In classification models, the mean cannot be used for aggregation of outcomes in the subspaces. The mode outcome can and therefore the aggregation works like a ballot, each of the randomly generated trees casts one vote for its predicted category. The winner of the ballot turns into the model prediction for the message. In each subspace \(\mathbb {R}_n\), the proportion of class d messages is \({\hat{p}}_{nd}=\frac{1}{N_n} \sum _{m: \,{\mathbf {x}}^m\in \mathbb {R}_n} \mathbb {1}(y^m=d)\). The majority class d(n) in \(\mathbb {R}_n\) determines the response that the tree model attributes to a message, that is,

$$\begin{aligned} f({\mathbf {x}}^m) = d(n: {\mathbf {x}}^m\in \mathbb {R}_n)=\arg \max _d ({\hat{p}}_{nd}: {\mathbf {x}}^m\in \mathbb {R}_n). \end{aligned}$$

With 500 trees, the majority class d over all 500 trees is the prediction for \({\mathbf {x}}^m\).

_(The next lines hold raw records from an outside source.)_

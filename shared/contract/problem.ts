import * as z from 'zod/mini';

/** The closed list of problem codes. The client switches on these, never on a text. */
export const problemCode = z.enum([
  'invalid-input',
  'not-signed-in',
  'wrong-credentials',
  'csrf',
  'forbidden',
  'not-found',
  'conflict',
  'already-uploaded',
  'already-exists',
  'token-invalid',
  'too-large',
  'too-many-requests',
  'unsupported-file',
  'refused-file',
  'net-unfinished',
  'own-work',
  'already-decided',
  'figures-kept-back',
  'disk-full',
  'unavailable',
  'internal',
]);
export type ProblemCode = z.infer<typeof problemCode>;

/** RFC 9457 problem details with our own members `code`, `requestId`, `errors` and `extra`. */
export const problem = z.object({
  type: z.string(),
  title: z.string(),
  status: z.number(),
  detail: z.string(),
  instance: z.optional(z.string()),
  code: problemCode,
  requestId: z.string(),
  errors: z.optional(z.array(z.object({ path: z.string(), message: z.string() }))),
  /** Facts a client may act on, such as the id of the drawing that holds the same file. */
  extra: z.optional(z.record(z.string(), z.unknown())),
});
export type Problem = z.infer<typeof problem>;
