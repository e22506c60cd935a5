import * as z from 'zod/mini';
import { MAX_FIGURE, MAX_PERMEABILITY, MAX_SHEET_PX } from './limits.ts';
import { type UnitSystem, unitSystem } from './unit-system.ts';

/**
 * The saved flow net: what the desk edits, the server keeps and the computation reads.
 *
 * A document is a map of entities keyed by id, each with a version of its own, so that two people can work on
 * different lines at once. Nothing derived is stored here: parameters of the calibration, heads by order and
 * results are recomputed from these entries. Traces are in pixels of the sheet's base raster (origin at the
 * top-left corner, x to the right, y down, pixel centres at + 0.5); elevations, never depths, are stored.
 */
export const FLOW_NET_FORMAT = 'tracehead/flow-net';
export const FLOW_NET_VERSION = 3;

export const entityId = z.uuid();
const sheetPx = z.number().check(z.gte(-MAX_SHEET_PX), z.lte(MAX_SHEET_PX));
/** A place on the sheet in base-raster pixels, `[x, y]`, y down. */
export const sheetPoint = z.tuple([sheetPx, sheetPx]);
export type SheetPoint = z.infer<typeof sheetPoint>;

export { type UnitSystem, unitSystem };

/** An offset, a length, an elevation or a head in the document's length unit, or a count of drops. */
const measure = z.number().check(z.gte(-MAX_FIGURE), z.lte(MAX_FIGURE));
const positive = z.number().check(z.positive(), z.lte(MAX_FIGURE));
const label = z.string().check(z.maxLength(120));
const sourceText = z.string().check(z.maxLength(500));
/** Half of the interval that holds a value with 95 %, in the value's unit; null while nobody has said it. */
const plusMinus = z._default(z.nullable(z.number().check(z.nonnegative(), z.lte(MAX_FIGURE))), null);
/** Offset and elevation in the document's length unit. */
const sectionPoint = z.tuple([measure, measure]);

/** A point whose place in the section is known: `fit` points set the scale, `check` points only show a residual. */
export const knownPoint = z.object({
  kind: z.literal('knownPoint'),
  name: label,
  at: sheetPoint,
  /** Offset in the section in the document's length unit; null while it is not known. */
  offset: z.nullable(measure),
  /** Elevation above the document's datum in its length unit; null while it is not known. One of the two is enough. */
  elevation: z.nullable(measure),
  use: z.enum(['fit', 'check']),
});

/** How the section is set out. One for each section, shared by all its nets. */
export const setOut = z.object({
  kind: z.literal('setOut'),
  /**
   * `points`: offsets and elevations of known points. `distance`: a length between the first two known points of use
   * `fit`, as of a scale bar, one elevation and one offset.
   */
  method: z.enum(['points', 'distance']),
  /**
   * The known length, document length unit. For `points`: of a scale bar between the first two known points that give
   * neither offset nor elevation, to check the fit.
   */
  distance: z.nullable(measure),
  /**
   * What is level. `sheet`: the sheet's own horizontal. `line`: for `distance` the line through its two points, for
   * `points` what the points say.
   */
  level: z.enum(['line', 'sheet']),
  /** Which way offsets grow on the sheet as displayed; null = let the points decide. */
  offsetsGrow: z.nullable(z.enum(['left', 'right'])),
  /** Which side of the sheet is upstream, as displayed; null until said. */
  upstream: z.nullable(z.enum(['left', 'right'])),
  /** Which way is up on the sheet when the points leave it open: quarter turns clockwise of the sheet's own up. */
  upQuarterTurns: z.nullable(z.union([z.literal(0), z.literal(1), z.literal(2), z.literal(3)])),
  /** Denominator n of the scale 1:n stated on the drawing, to warn when the fit disagrees; null when none is stated. */
  statedScale: z.nullable(measure),
  /**
   * What unequal horizontal and vertical scales of the drawing mean. `equal`: one scale. `plottingExaggeration`: the
   * picture is stretched, the ground is not. `transformedSection`: the section is drawn transformed for its
   * anisotropy, so that kh/kv = (sx/sz)², s in length per pixel. `stretchedPaper`: drawn at one scale, but the paper has
   * stretched unevenly or askew. `perspective`: drawn at one scale and photographed aslant.
   */
  scales: z._default(
    z.enum(['equal', 'plottingExaggeration', 'transformedSection', 'stretchedPaper', 'perspective']),
    'equal',
  ),
});

export const lineKind = z.enum([
  'equipotential',
  'flowLine',
  'phreaticLine',
  'impervious',
  'soilBoundary',
  'ground',
  'submergedFace',
  'outflowFace',
  'drain',
]);
export type LineKind = z.infer<typeof lineKind>;

/**
 * A traced polyline. Which fields matter depends on `line`:
 * - `equipotential`: `drops` (typed count of drops lost from the headwater) or `head` (typed elevation of its
 *   head) override the count by order; both null = counted.
 * - `submergedFace`: `water` says whose level it carries; a typed `head` is the level of a water of its own.
 * - `drain`: `head` null = empty, carries its own elevation; a number = under pressure at that head.
 * - `outflowFace`: water comes out freely, the head is the elevation along it.
 */
export const tracedLine = z.object({
  kind: z.literal('line'),
  line: lineKind,
  name: label,
  points: z.array(sheetPoint).check(z.maxLength(5000)),
  /** False while the line is still being drawn: kept, shown, left out of every reading. */
  finished: z.boolean(),
  water: z.nullable(z.enum(['headwater', 'tailwater'])),
  head: z.nullable(measure),
  drops: z.nullable(measure),
  /** How it came about: traced by hand, a first guess that the engineer has still to adjust, or taken from the computed net. */
  origin: z._default(z.enum(['traced', 'guessed', 'adopted']), 'traced'),
});
export type TracedLine = z.infer<typeof tracedLine>;

/** Where a head is wanted. A clicked point is kept on the sheet, a typed one in section coordinates. */
export const readingPoint = z.object({
  kind: z.literal('readingPoint'),
  name: label,
  place: z.discriminatedUnion('on', [
    z.object({ on: z.literal('sheet'), at: sheetPoint }),
    z.object({ on: z.literal('section'), offset: measure, elevation: measure }),
  ]),
  /** Order in the schedule, ascending. */
  order: z.number(),
  /** Accuracy of a typed elevation, document length unit. */
  elevationPlusMinus: plusMinus,
  /** What an instrument showed there, to be set beside the net: a head in the length unit, or a pressure in kPa or lb/ft². */
  measured: z._default(
    z.nullable(
      z.object({
        value: measure,
        as: z.enum(['totalHead', 'pressureHead', 'porePressure']),
        plusMinus,
        /** The day of the reading, as written. */
        on: z.string().check(z.maxLength(40)),
      }),
    ),
    null,
  ),
});

/** A line, a list of places or a grid along which heads and pressures are read one after another. */
export const profile = z.object({
  kind: z.literal('profile'),
  name: label,
  use: z.enum(['base', 'slipSurface', 'filterBoundary', 'borehole', 'other']),
  place: z.discriminatedUnion('on', [
    z.object({ on: z.literal('sheet'), points: z.array(sheetPoint).check(z.maxLength(5000)) }),
    /** Typed or pasted places, read as they are when `spacing` is null. */
    z.object({ on: z.literal('section'), points: z.array(sectionPoint).check(z.maxLength(5000)) }),
    /** An upright rectangle of the section by two opposite corners. */
    z.object({ on: z.literal('grid'), corners: z.tuple([sectionPoint, sectionPoint]) }),
  ]),
  /** Distance between samples, document length unit; null = the points themselves (a grid: a twentieth of its longer side). */
  spacing: z.nullable(positive),
  finished: z.boolean(),
  /** Order in the list of profiles, ascending. */
  order: z.number(),
});

export const permeabilityUnit = z.enum(['m/s', 'cm/s', 'm/day', 'ft/s', 'ft/min', 'ft/day', 'ft/year']);
export type PermeabilityUnit = z.infer<typeof permeabilityUnit>;

/** Water levels of the load case, elevations in the document's length unit. One for each net. */
export const waterLevels = z.object({
  kind: z.literal('waterLevels'),
  headwater: z.nullable(measure),
  /** null: no tailwater; the outlets are drains or faces of free outflow. */
  tailwater: z.nullable(measure),
  /** Unit weight of water, kN/m³ (SI) or lb/ft³ (US). */
  gammaW: positive,
  source: sourceText,
  headwaterPlusMinus: plusMinus,
  tailwaterPlusMinus: plusMinus,
  gammaWPlusMinus: plusMinus,
  /** An error of the datum, common to levels and typed elevations: it cancels in h − z. */
  datumPlusMinus: plusMinus,
});

const permeabilityFigure = z.nullable(z.number().check(z.positive(), z.lte(MAX_PERMEABILITY)));
const soilProperty = z._default(z.nullable(positive), null);
const soilProperties = {
  /** Permeability along the bedding, kh, and wherever it is one for all directions. */
  k: permeabilityFigure,
  /** Permeability across the bedding, kv; null = as along it. */
  kv: z._default(permeabilityFigure, null),
  /** Dip of the bedding in degrees, positive where it falls towards growing offsets. */
  dipDeg: z._default(z.number().check(z.gte(-90), z.lte(90)), 0),
  unit: permeabilityUnit,
  /** Factor (×/÷) within which k is known. */
  factor: z.nullable(z.number().check(z.minimum(1), z.lte(MAX_FIGURE))),
  /** Unit weights, kN/m³ (SI) or lb/ft³ (US): saturated, and moist above the phreatic line. */
  saturatedUnitWeight: soilProperty,
  moistUnitWeight: soilProperty,
  /** Specific gravity of the grains Gs and void ratio e, from which the saturated weight follows when it is not given. */
  specificGravity: soilProperty,
  voidRatio: soilProperty,
  source: sourceText,
};

/** The soil of the section, or of all of it that no `soil` claims. One for each net. */
export const permeability = z.object({ kind: z.literal('permeability'), ...soilProperties });

/** A soil of its own in the regions, parted by traced soil boundaries, in which its places lie. */
export const soil = z.object({
  kind: z.literal('soil'),
  name: label,
  /** One place inside each region of this soil. */
  places: z.array(sheetPoint).check(z.maxLength(50)),
  ...soilProperties,
});

/** What the engineer counted on the drawing. One for each net. */
export const netCount = z.object({
  kind: z.literal('netCount'),
  /** Stated number of drops Nd from the headwater to the outlet, of several the lowest; null until stated. */
  drops: z.nullable(positive),
  /** Stated number of channels Nf; null = counted from the traced flow lines. */
  channels: z.nullable(positive),
  /** Width across the flow over length along it of the cells, B/L; 1 for squares. */
  cellRatio: positive,
  /** The soil in which the channels are counted where the section is layered; null = the soil of the section. */
  countedIn: z._default(z.nullable(entityId), null),
  /** Tracing accuracy on the sheet in pixels, for the ± of the readings. */
  tracingAccuracyPx: z.number().check(z.nonnegative(), z.lte(MAX_FIGURE)),
  /** Accuracy of the known points on the drawing in pixels, for the ± of the readings. */
  knownPointAccuracyPx: z.number().check(z.nonnegative(), z.lte(MAX_FIGURE)),
});

/** What a new entity leaves unsaid. */
export const UNSAID = {
  readingPoint: { elevationPlusMinus: null, measured: null },
  waterLevels: {
    headwaterPlusMinus: null,
    tailwaterPlusMinus: null,
    gammaWPlusMinus: null,
    datumPlusMinus: null,
  },
  soil: {
    kv: null,
    dipDeg: 0,
    saturatedUnitWeight: null,
    moistUnitWeight: null,
    specificGravity: null,
    voidRatio: null,
  },
} as const;

export const documentEntity = z.discriminatedUnion('kind', [
  knownPoint,
  setOut,
  tracedLine,
  readingPoint,
  profile,
  waterLevels,
  permeability,
  soil,
  netCount,
]);
export type DocumentEntity = z.infer<typeof documentEntity>;
export type EntityKind = DocumentEntity['kind'];
export type EntityOf<K extends EntityKind> = Extract<DocumentEntity, { kind: K }>;

/** Kinds that belong to the section and are shared by all its nets; the others belong to one net. */
export const SECTION_KINDS: readonly EntityKind[] = ['knownPoint', 'setOut'];
/** Kinds of which a document holds exactly one, made by the server together with the net or section. */
export const SINGLE_KINDS: readonly EntityKind[] = ['setOut', 'waterLevels', 'permeability', 'netCount'];

export const versionedEntity = z.object({
  id: entityId,
  version: z.number().check(z.int(), z.positive()),
  value: documentEntity,
});
export type VersionedEntity = z.infer<typeof versionedEntity>;

export const flowNetDocument = z.object({
  format: z.literal(FLOW_NET_FORMAT),
  version: z.literal(FLOW_NET_VERSION),
  id: entityId,
  name: z.string().check(z.maxLength(200)),
  unitSystem,
  datum: z.string().check(z.maxLength(80)),
  sheet: z.object({
    widthPx: z.number().check(z.positive()),
    heightPx: z.number().check(z.positive()),
    /** Resolution of the base raster, to compare the fit with the stated scale; null when the file does not say. */
    dpi: z.nullable(z.number().check(z.positive())),
  }),
  entities: z.record(entityId, versionedEntity),
});
export type FlowNetDocument = z.infer<typeof flowNetDocument>;

/** All entities of one kind with their ids, in id order (ids are UUIDv7, so in order of making). */
export function entitiesOf<K extends EntityKind>(
  document: FlowNetDocument,
  kind: K,
): Array<{ id: string; version: number; value: EntityOf<K> }> {
  return Object.values(document.entities)
    .filter((entity): entity is VersionedEntity & { value: EntityOf<K> } => entity.value.kind === kind)
    .sort((a, b) => (a.id < b.id ? -1 : 1));
}

/** The one entity of a single kind; null when the document lacks it. */
export function singleOf<K extends EntityKind>(
  document: FlowNetDocument,
  kind: K,
): { id: string; version: number; value: EntityOf<K> } | null {
  return entitiesOf(document, kind)[0] ?? null;
}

In classification, various error criteria can be conceived. The misclassification error counts the number of misclassified messages and is thus intuitive but not differentiable. I will report the Gini impurity, which gives the error rate not for majority classification, but for a mixture model of classifying a randomly chosen observation in \(\mathbb {R}_n\) of category d into category \(d'\) with a probability that corresponds to the proportion \({\hat{p}}_{nd'}\): \(Q_{Gini}=\sum _{d\ne d'} {\hat{p}}_{nd} {\hat{p}}_{nd'}\). This criterion measures dispersion in the categorization and is 0 if all messages in \(\mathbb {R}_n\) fall into one category.

In random forests, many uncorrelated trees are grown and then aggregated. “They can capture complex interactions structures in the data, and if grown sufficiently deep, have relatively low bias. Since trees are notoriously noisy, they benefit greatly from the averaging.” (HTF, p. 587f.).

While a single tree as in Fig. 1a is quite transparent about the modelled relationships, a forest clearly is not. Still, the structure of the model is representable by the so-called variable importance, which tracks over all trees the improvement in the model error thanks to each variable. The higher the reduction in the model error, the more important is the variable for the prediction of the model.

While the level-0 characteristics are discrete variables and hence treated in classification models, the level of reasoning can be treated in either regression or classification models. Given my understanding of levels of reasoning, I would probably see them as categories rather than typical numerical variables. However, in order to also treat and show regression models and results in this paper, I will report both regression and classification results for the levels of reasoning.


Beauty contest and hide and seek games

The beauty contest game (Nagel 1995) requires players to indicate an integer between 0 and 100, the winner is the player that is closest to 2/3 of the average indicated number. In the hide and seek game, hiders hide a treasure at one of four positions, labelled ABAA (Rubinstein and Tversky 1993). Seekers can search for the treasure at one position. Whoever holds the treasure at the end wins a prize. The BCHS dataset contains 78 BC and 98 HS messages. I use the rounded average of the agreed-upon lower and upper bounds in the hide and seek game and—for robustness—the rounded average of more than 40 level classifications of the BC dataset obtained on Amazon Mechanical Turk (Eich and Penczynski 2016).Footnote 9

English stopwords, numbers between 0 and 100, and, due to the game frames, the tokens “a”, “b”, “a’s”, “b’s”, “two”, “third”, “two-third”, “thirds”, “two-thirds”, “half” are excluded from the analysis. Word clouds illustrate the quantified tokens nicely as they indicate more frequent tokens in larger font size. The tokens in the dataset are represented in Fig. 2.

Fig. 2

Message tokens in the BCHS dataset. \(M=176\), \(T=98\), \(\sum _t x_t=1605\), \(x_{\mathrm {think}}=127\)

In Fig. 3, splitting the dataset by the level of reasoning as classified by the RAs gives a first idea whether the content in terms of tokens is different and potentially predictive of the level. Indeed, Fig. 3a shows for level-0 the words “just” and “one” to be most frequent and others such as “random”, “chance”, or “guess” to come up often. In contrast, higher levels feature words such as “think” and “will” more and more prominently and show fewer instances of “guess” or “random”.

Fig. 3

Message tokens in the BCHS dataset by level

In the BCHS dataset, the frequency of one single token is significantly correlated with the level of reasoning both in- and out-of-sample: “think”. Table 1 reports the correlation coefficients as well as the parameters of the linear model. The \(R^2\) indicates that the word alone accounts for around 48% of the variation in levels.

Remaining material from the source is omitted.